Dataset entries:

::::

@physics
def skid_spins_into(P, heading, want, spin):
    """Driven spins whose least-squares body motion (the forward kinematics) is ``want`` (3,),
    for a base whose wheels cannot follow it without sliding (skid steering).

    With rows A (:func:`motion_rows_into`) of full rank, the least-squares motion of spins
    phi is ``(A^T A)^-1 J^T D phi`` (J the rolling rows, D = r cos(roller)); the minimum-norm
    phi with ``J^T D phi = A^T A want`` is taken.  Returns False (spin untouched) when the
    rows are rank deficient or no spins give ``want``.
    """
    n = P.shape[1]
    A = np.empty((2 * n, 3))
    wheel = np.empty(2 * n, np.int64)
    rolling = np.empty(2 * n, np.bool_)
    m = motion_rows_into(P, heading, A, wheel, rolling)
    g0, g1, g2 = 0.0, 0.0, 0.0
    for j in range(m):
        d = A[j, 0] * want[0] + A[j, 1] * want[1] + A[j, 2] * want[2]
        g0 += A[j, 0] * d
        g1 += A[j, 1] * d
        g2 += A[j, 2] * d
    W = np.empty((max(m, 1), 3))
    V = np.empty((3, 3))
    sig = np.empty(3)
    for r in range(m):
        for k in range(3):
            W[r, k] = A[r, k]
    jacobi_columns(W, m, V, sig)
    top = max(sig[0], max(sig[1], sig[2]))
    if not top > 0.0 or min(sig[0], min(sig[1], sig[2])) <= RANK_TOL * top:
        return False
    nd = 0
    for j in range(m):
        if rolling[j]:
            nd += 1
    # B = D J (nd, 3): phi = pinv(B^T) g
    B = np.empty((max(nd, 1), 3))
    for j in range(nd):
        i = wheel[j]
        d = P[P_RCOS, i]
        for k in range(3):
            B[j, k] = d * A[j, k]
    jacobi_columns(B, nd, V, sig)
    top = max(sig[0], max(sig[1], sig[2]))
    phi = np.zeros(max(nd, 1))
    for k in range(3):
        if top > 0.0 and sig[k] > RANK_TOL * top:
            c = (V[0, k] * g0 + V[1, k] * g1 + V[2, k] * g2) / (sig[k] * sig[k])
            for j in range(nd):
                phi[j] += B[j, k] * c
    # check B^T phi = g (B now holds U S, so B^T phi in the rotated frame: recompute from A)
    h0, h1, h2 = 0.0, 0.0, 0.0
    for j in range(nd):
        i = wheel[j]
        d = P[P_RCOS, i]
        h0 += A[j, 0] * d * phi[j]
        h1 += A[j, 1] * d * phi[j]
        h2 += A[j, 2] * d * phi[j]
    err = math.sqrt((h0 - g0) ** 2 + (h1 - g1) ** 2 + (h2 - g2) ** 2)
    if not err <= 1e-9 * max(1.0, math.sqrt(g0 * g0 + g1 * g1 + g2 * g2)):
        return False
    for j in range(nd):
        spin[wheel[j]] = phi[j]
    return True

::::

To do
Using the records above, gather all lines where the string "least" is present.

Response area
    """Driven spins whose least-squares body motion (the forward kinematics) is ``want`` (3,),
    With rows A (:func:`motion_rows_into`) of full rank, the least-squares motion of spins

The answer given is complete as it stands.